Angewandte Chemie, EarlyView.
High propylene selectivity during oxidative dehydrogenation catalyzed by hexagonal boron nitride originates from surface‐initiated radical reactions that propagate via gas‐phase chemistry. This reaction network contrasts with previously studied vanadium‐based catalysts where surface reactions predominate and lower selectivity. An experimental and computational approach was used to probe this complex surface–gas‐phase reaction network.

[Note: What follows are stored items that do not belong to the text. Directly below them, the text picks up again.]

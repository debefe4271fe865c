import { palette } from '../../shared/look/palette'
import type { Style, Typesetter } from './typesetter'

type Document = PDFKit.PDFDocument
type Element = ReturnType<Document['struct']>

export const COLOURS = palette.paper
/** Margins of the sheet, points; the foot holds page number and root. */
export const MARGIN = { side: 40, top: 44, foot: 58 } as const
const PAPERS = { A4: [595.28, 841.89], Letter: [612, 792] } as const
export type Paper = keyof typeof PAPERS

export function paperSize(paper: Paper): [number, number] {
  return [...PAPERS[paper]]
}

/** A column of pages: where the next thing goes, and which structure element it belongs to. */
export class Sheet {
  readonly left: number = MARGIN.side
  readonly right: number
  readonly width: number
  readonly bottom: number
  /** the next free place, from the top of the page */
  y: number = MARGIN.top
  private readonly root: Element
  private section: Element

  /** @param foot draws the foot of the page that was begun just now */
  constructor(readonly doc: Document, readonly type: Typesetter, paper: Paper, private readonly foot: { draw: (left: number, right: number, bottom: number) => void }) {
    const [width, height] = PAPERS[paper]
    this.right = width - MARGIN.side
    this.width = this.right - this.left
    this.bottom = height - MARGIN.foot
    this.root = doc.struct('Document')
    doc.addStructure(this.root)
    this.section = this.root
    this.newPage()
  }

  /** Room left on this page. */
  get room(): number {
    return this.bottom - this.y
  }

  newPage(): void {
    this.doc.addPage()
    this.foot.draw(this.left, this.right, this.bottom)
    this.y = MARGIN.top
  }

  /** Goes to a new page unless `height` still fits on this one. Gives true when it did. */
  need(height: number): boolean {
    if (this.room >= height) return false
    this.newPage()
    return true
  }

  /** A structure element in the present section, or in one that is given. */
  element(kind: string, options: { alt?: string, scope?: string } = {}, parent: Element = this.section): Element {
    const element = this.doc.struct(kind as never, options as never)
    parent.add(element)
    return element
  }

  /** Draws what belongs to an element. */
  content(element: Element, kind: string, draw: () => void): void {
    element.add(this.doc.markStructureContent(kind as never) as never)
    draw()
    this.doc.endMarkedContent()
  }

  /** Draws what only decorates, so that it is not read aloud. */
  artifact(draw: () => void, type: 'Layout' | 'Pagination' = 'Layout'): void {
    this.doc.markContent('Artifact', { type })
    draw()
    this.doc.endMarkedContent()
  }

  /** A part with a heading of its own and a bookmark. @param keep points that must follow the heading on the same page */
  begin(title: string, keep = 60, bookmark = title): void {
    this.closeSection()
    this.section = this.doc.struct('Sect')
    this.root.add(this.section)
    if (this.y > MARGIN.top) this.y += 20
    this.need(keep + 24)
    this.doc.outline.addItem(bookmark, { top: this.y - 6, left: this.doc.page.width } as never)
    this.y += 12
    const heading = this.element('H2')
    this.content(heading, 'H2', () => this.type.draw(title, this.left, this.y, { face: 'bold', size: 12.5, colour: COLOURS.ink }))
    heading.end()
    this.y += 9
  }

  closeSection(): void {
    if (this.section !== this.root) this.section.end()
    this.section = this.root
  }

  end(): void {
    this.closeSection()
    this.root.end()
  }

  rule(y: number, { from = this.left, to = this.right, colour = COLOURS.rule as string, width = 0.75 } = {}): void {
    this.artifact(() => this.doc.moveTo(from, y).lineTo(to, y).lineWidth(width).strokeColor(colour).stroke())
  }

  /** Words in lines, over as many pages as they need. */
  paragraph(text: string, { style = {}, kind = 'P', left = this.left, width = this.right - left, after = 4 }: { style?: Style, kind?: string, left?: number, width?: number, after?: number } = {}): void {
    const look = { size: 9, colour: COLOURS.ink, ...style }
    const height = look.size * 1.38
    const element = this.element(kind)
    let rest = this.type.wrap(text, width, look)
    while (rest.length > 0) {
      this.need(height)
      const now = rest.slice(0, Math.max(1, Math.floor(this.room / height)))
      rest = rest.slice(now.length)
      this.content(element, kind, () => now.forEach((line, index) => this.type.draw(line, left, this.y + height * index + look.size, look)))
      this.y += height * now.length
    }
    element.end()
    this.y += after
  }

  /** A label in the left column and words beside it, kept together on a page. */
  labelled(label: string, text: string, column = 116): void {
    const look = { size: 9, colour: COLOURS.ink }
    const height = look.size * 1.38
    const head = this.type.wrap(label, column - 8, { ...look, face: 'semibold' })
    const lines = this.type.wrap(text, this.width - column, look)
    const rows = Math.max(head.length, lines.length)
    this.need(Math.min(rows, 40) * height)
    const element = this.element('P')
    for (let from = 0; from < rows;) {
      const count = Math.max(1, Math.min(rows - from, Math.floor(this.room / height)))
      this.content(element, 'P', () => {
        head.slice(from, from + count).forEach((line, index) => this.type.draw(line, this.left, this.y + height * index + look.size, { ...look, face: 'semibold' }))
        lines.slice(from, from + count).forEach((line, index) => this.type.draw(line, this.left + column, this.y + height * index + look.size, look))
      })
      this.y += height * count
      from += count
      if (from < rows) this.newPage()
    }
    element.end()
    this.y += 3.5
  }

  /** A smaller heading inside a part. */
  heading(title: string, keep = 84): void {
    this.y += 8
    this.need(keep + 16)
    const element = this.element('H3')
    this.content(element, 'H3', () => this.type.draw(title, this.left, this.y + 9, { face: 'semibold', size: 10, colour: COLOURS.ink }))
    element.end()
    this.y += 15
  }
}
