// Signed entries over HTTP, with a PostgreSQL of the test's own; promises of this project's own, no published source.
import { createHash, createPublicKey, verify } from 'node:crypto'
import postgres from 'postgres'
import { afterAll, beforeAll, describe, expect, it } from 'vitest'
import { canonicalText } from '../../shared/record/canonical'
import type { StoredEntry } from '../../shared/record/entry'
import { isoTime } from '../../shared/record/entry'
import { foldLog } from '../../shared/record/fold'
import { schemaOf } from '../../shared/record/kinds'
import type { OutageState } from '../../shared/record/state'
import { uuidv7 } from '../../shared/record/uuid'
import type { Client } from '../support/client'
import { visitor } from '../support/client'
import type { Phone, PushAnswer, Signed } from '../support/phone'
import type { World } from '../support/world'
import { startWorld } from '../support/world'

interface Fault { data: { field: string | null, reason: string } }
interface Page { entries: StoredEntry[], size: number, phase: string, code: string }

let world: World
let phone: Phone
let second: Phone
let desk: Phone
let outage: string
let sql: postgres.Sql

beforeAll(async () => {
  world = await startWorld()
  phone = await world.phoneOf('technician')
  second = await world.phoneOf('second')
  desk = await world.phoneOf('supervisor')
  outage = await world.open(phone)
  sql = postgres(world.server.databaseUrl, { max: 2, onnotice: () => {} })
}, 120_000)
afterAll(async () => {
  await sql?.end()
  await world?.server.stop()
})

const note = (words = 'Rain', of = phone, on = outage) => of.write(on, 'note-added', { words })
const log = async (on = outage, client = world.people.technician.client) => (await client.send<Page>('GET', `/api/outages/${on}/entries`)).body
/** Sends one entry; when it is refused without a place in the chain, the device forgets it. */
async function send(signed: Signed, of = phone, on = outage) {
  const { status, body } = await of.push(on, [signed])
  const [result] = body.results ?? []
  if (result?.status === 'refused' && !result.recorded) of.unwrite(on, signed)
  return { status, body, result }
}

describe('an accepted entry', () => {
  it('is answered with its seq and receipt, and stands in the log as it was signed', async () => {
    const signed = note('Doors shut')
    const { status, result, body } = await send(signed)
    expect([status, result]).toMatchObject([200, { id: signed.entry.id, status: 'accepted', why: [] }])
    const { entries, size, phase, code } = await log()
    expect([body.size, body.phase, body.code]).toEqual([size, phase, code])
    const stored = entries.at(-1)!
    expect([stored.seq, stored.entry, stored.signature]).toEqual([(result as { seq: number }).seq, signed.entry, signed.signature])
    expect(Math.abs(Date.parse(stored.receivedAt) - world.server.now())).toBeLessThan(60_000)
  })

  it('gives the outage a code of its site, and its equipment', async () => {
    const { code } = await log()
    expect(code).toMatch(/^Q101-\d{4}$/)
    const { body: state } = await world.people.auditor.client.send<OutageState>('GET', `/api/outages/${outage}`)
    expect([state.code, state.phase, state.snapshot.controller.name]).toEqual([code, 'plan', 'Rack controller'])
  })

  it('comes after the names of its signers, the server first', async () => {
    const { entries } = await log()
    expect(entries.slice(0, 4).map(({ entry }) => entry.kind)).toEqual(['signer-named', 'signer-named', 'outage-opened', 'outage-numbered'])
    expect(entries[0]!.entry.body).toMatchObject({ person: 'server', name: 'Holdover', device: entries[0]!.entry.device })
    expect(entries[1]!.entry.body).toMatchObject({ person: phone.person, device: phone.id, publicKey: phone.publicKey, role: 'technician' })
  })
})

describe('a replay', () => {
  it('answers as the first time did, alone and among others, and stores nothing', async () => {
    const signed = note('once')
    const first = await send(signed)
    const before = (await log()).size
    const again = await phone.push(outage, [signed, signed])
    expect([again.status, again.body.results]).toEqual([200, [first.result, first.result]])
    expect((await log()).size).toBe(before)
  })

  it('of an id with other bytes is 409', async () => {
    const signed = note('one thing')
    await send(signed)
    const other = phone.seal({ ...signed.entry, body: { ...signed.entry.body as object, words: 'another thing' } })
    const { status, body } = await phone.push(outage, [other])
    expect([status, body.results[0]]).toMatchObject([409, { status: 'refused', reason: 'This id was used for another entry', recorded: false }])
    const elsewhere = await world.open(phone)
    expect((await phone.push(elsewhere, [phone.seal({ ...signed.entry, outage: elsewhere })])).status).toBe(409)
  })

  it('of an opening sent twice at once opens one outage', async () => {
    const id = uuidv7(world.server.now())
    const signed = second.write(id, 'outage-opened', world.opening())
    const answers = await Promise.all([1, 2, 3, 4].map(() => second.push(id, [signed])))
    expect(answers.map(answer => answer.status)).toEqual([200, 200, 200, 200])
    expect(new Set(answers.map(answer => JSON.stringify(answer.body.results))).size).toBe(1)
    expect((await log(id)).entries.filter(({ entry }) => entry.kind === 'outage-opened')).toHaveLength(1)
  })

  it('of a refused entry gives the same status, field and reason', async () => {
    const wrong = () => phone.raw(outage, 'note-added', { words: '', photos: [] })
    const forbidden = () => phone.write(outage, 'plan-approved', {})
    for (const [make, code] of [[wrong, 422], [forbidden, 403]] as const) {
      const signed = make()
      const first = await send(signed)
      expect(first.status).toBe(code)
      expect(await send(signed)).toEqual(first)
      expect((await phone.push(outage, [note(), signed])).body.results[1]).toMatchObject({ code, reason: first.body.data!.reason })
    }
  })
})

describe('what is refused, and the field that it names', () => {
  it('a wrong signature', async () => {
    const signed = note()
    const { status, body } = await send({ ...signed, signature: desk.seal(signed.entry).signature })
    expect([status, body.data]).toEqual([422, { field: 'entries[0].signature', reason: 'The signature does not fit the entry' }])
  })

  it.each<[string, () => Signed, string, string]>([
    ['a wrong field of the body', () => phone.raw(outage, 'reading-taken', { round: 0, caseId: world.snapshot.cases[0]!.id, value: 'warm', unit: 'F', method: 'product', instrumentId: null, words: '', photos: [] }), 'entries[0].entry.body.value', 'Enter a number'],
    ['a field deep in the body', () => phone.raw(outage, 'left-in-exception', { points: [{ tag: 'C-1', owner: '', by: isoTime(0), reason: 'x' }] }), 'entries[0].entry.body.points[0].owner', 'Name who owns it'],
    ['a field that the kind does not know', () => phone.raw(outage, 'note-added', { words: 'x', photos: [], colour: 'red' }), 'entries[0].entry.body', 'Unrecognized key'],
    ['a default left out', () => phone.raw(outage, 'note-added', { words: 'x' }), 'entries[0].entry.body', 'not written as its kind lays down'],
    ['spaces at an end', () => phone.raw(outage, 'note-added', { words: ' x', photos: [] }), 'entries[0].entry.body', 'not written as its kind lays down'],
    ['the character NUL', () => phone.raw(outage, 'note-added', { words: 'a\u0000b', photos: [] }), 'entries[0].entry.body', 'NUL'],
    ['a tag that every object has', () => phone.raw(outage, 'point-proven', { tag: 'constructor', words: '', photos: [] }), 'entries[0].entry.body.tag', 'cannot be a tag'],
    ['an unknown kind', () => phone.raw(outage, 'coffee-made', {}), 'entries[0].entry.kind', 'coffee-made'],
    ['a kind of the server', () => phone.raw(outage, 'outage-numbered', { code: 'Q101-9999' }), 'entries[0].entry.kind', 'Nobody signs'],
  ])('%s is 422, and takes its place in the chain', async (_name, make, field, reason) => {
    const before = await log()
    const { status, body, result } = await send(make())
    expect([status, body.data!.field]).toEqual([422, field])
    expect(body.data!.reason).toContain(reason)
    expect(result).toMatchObject({ status: 'refused', recorded: true })
    const { entries } = await log()
    expect(entries.slice(before.size).map(({ entry }) => entry.kind)).toEqual(['entry-refused'])
    expect((await send(note('goes on'))).status).toBe(200)
  })

  it.each<[string, (signed: Signed) => unknown, number, string]>([
    ['no entry', () => null, 422, 'entries[0]'],
    ['no signature', ({ entry }) => ({ entry }), 422, 'entries[0].signature'],
    ['an id in capitals', ({ entry }) => phone.seal({ ...entry, id: entry.id.toUpperCase() }), 422, 'entries[0].entry.id'],
    ['a device in capitals', ({ entry }) => phone.seal({ ...entry, device: entry.device.toUpperCase() }), 422, 'entries[0].entry.device'],
    ['a time that no calendar has', ({ entry }) => phone.seal({ ...entry, at: '2026-02-30T00:00:00.000Z' }), 422, 'entries[0].entry.at'],
    ['another outage', ({ entry }) => phone.seal({ ...entry, outage: uuidv7(0) }), 422, 'entries[0].entry.outage'],
    ['a version to come', ({ entry }) => phone.seal({ ...entry, v: 2 }), 422, 'entries[0].entry.v'],
    ['a gap in n', ({ entry }) => phone.seal({ ...entry, n: entry.n + 1 }), 409, 'entries[0].entry.n'],
    ['an n from before', ({ entry }) => phone.seal({ ...entry, n: entry.n - 1 }), 409, 'entries[0].entry.n'],
    ['another hash of the one before', ({ entry }) => phone.seal({ ...entry, prev: 'a'.repeat(64) }), 409, 'entries[0].entry.prev'],
  ])('%s stores nothing at all', async (_name, bend, code, field) => {
    const before = (await log()).size
    const signed = note()
    phone.unwrite(outage, signed)
    const { status, body } = await phone.push(outage, [bend(signed)])
    expect([status, body.data!.field]).toEqual([code, field])
    expect(body.results[0]).toMatchObject({ status: 'refused', recorded: false })
    expect((await log()).size).toBe(before)
  })

  it('a lone surrogate, which has no canonical form', async () => {
    const signed = note()
    phone.unwrite(outage, signed)
    const text = JSON.stringify({ entries: [signed] }).replace('Rain', '\\ud800')
    const response = await phone.client.fetch(`/api/outages/${outage}/entries`, { method: 'POST', body: text, headers: { 'content-type': 'application/json' } })
    expect([response.status, (await response.json() as Fault).data.reason]).toEqual([422, 'The entry has no canonical form'])
  })

  it('another\'s entry is 403', async () => {
    const signed = note('mine', second)
    second.unwrite(outage, signed)
    const { status, body } = await phone.push(outage, [signed])
    expect([status, body.data!.reason]).toEqual([403, 'An entry is sent by the person who signed it'])
    const borrowed = phone.seal({ ...note().entry, device: second.id })
    phone.unwrite(outage, borrowed)
    expect((await phone.push(outage, [borrowed])).body.data!.reason).toBe('This device is not enrolled for you')
  })

  it('a revoked device is 403, and what it signed stays', async () => {
    const old = await world.phoneOf('technician')
    expect((await send(note('from the old phone', old), old)).status).toBe(200)
    expect((await phone.client.send('DELETE', `/api/devices/${old.id}`)).status).toBe(200)
    const { status, body } = await send(note('after', old), old)
    expect([status, body.data!.reason]).toEqual([403, expect.stringMatching(/^This device was revoked at \d{4}-\d\d-\d\d \d\d:\d\d UTC, before this was signed$/)])
    expect((await log()).entries.some(({ entry }) => entry.device === old.id && entry.kind === 'note-added')).toBe(true)
  })

  it('a role that may not sign it is 403, recorded, and the chain stays whole', async () => {
    const signed = phone.write(outage, 'plan-approved', {})
    const { status, body, result } = await send(signed)
    expect([status, body.data!.reason]).toEqual([403, 'this is signed by a supervisor, not by a technician'])
    expect(result).toMatchObject({ recorded: true })
    const { entries } = await log()
    expect(entries.at(-1)!.entry).toMatchObject({ kind: 'entry-refused', body: { device: phone.id, n: signed.entry.n, id: signed.entry.id, hash: createHash('sha256').update(canonicalText(signed.entry)).digest('hex') } })
    expect((await send(note('on'))).status).toBe(200)
  })
})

Boron‐containing materials, and in particular boron nitride, have recently been identified as highly selective catalysts for the oxidative dehydrogenation of alkanes such as propane. To date, no mechanism exists that can explain both the unprecedented selectivity, the observed surface oxyfunctionalization, and the peculiar kinetic features of this reaction. We combine catalytic activity measurements with quantum chemical calculations to put forward a bold new hypothesis. We argue that the remarkable product distribution can be rationalized by a combination of surface‐mediated formation of radicals over metastable sites, and their sequential propagation in the gas phase. Based on known radical propagation steps, we quantitatively describe the oxygen pressure‐dependent relative formation of the main product propylene and by‐product ethylene. Free radical intermediates most likely differentiate this catalytic system from less selective vanadium‐based catalysts.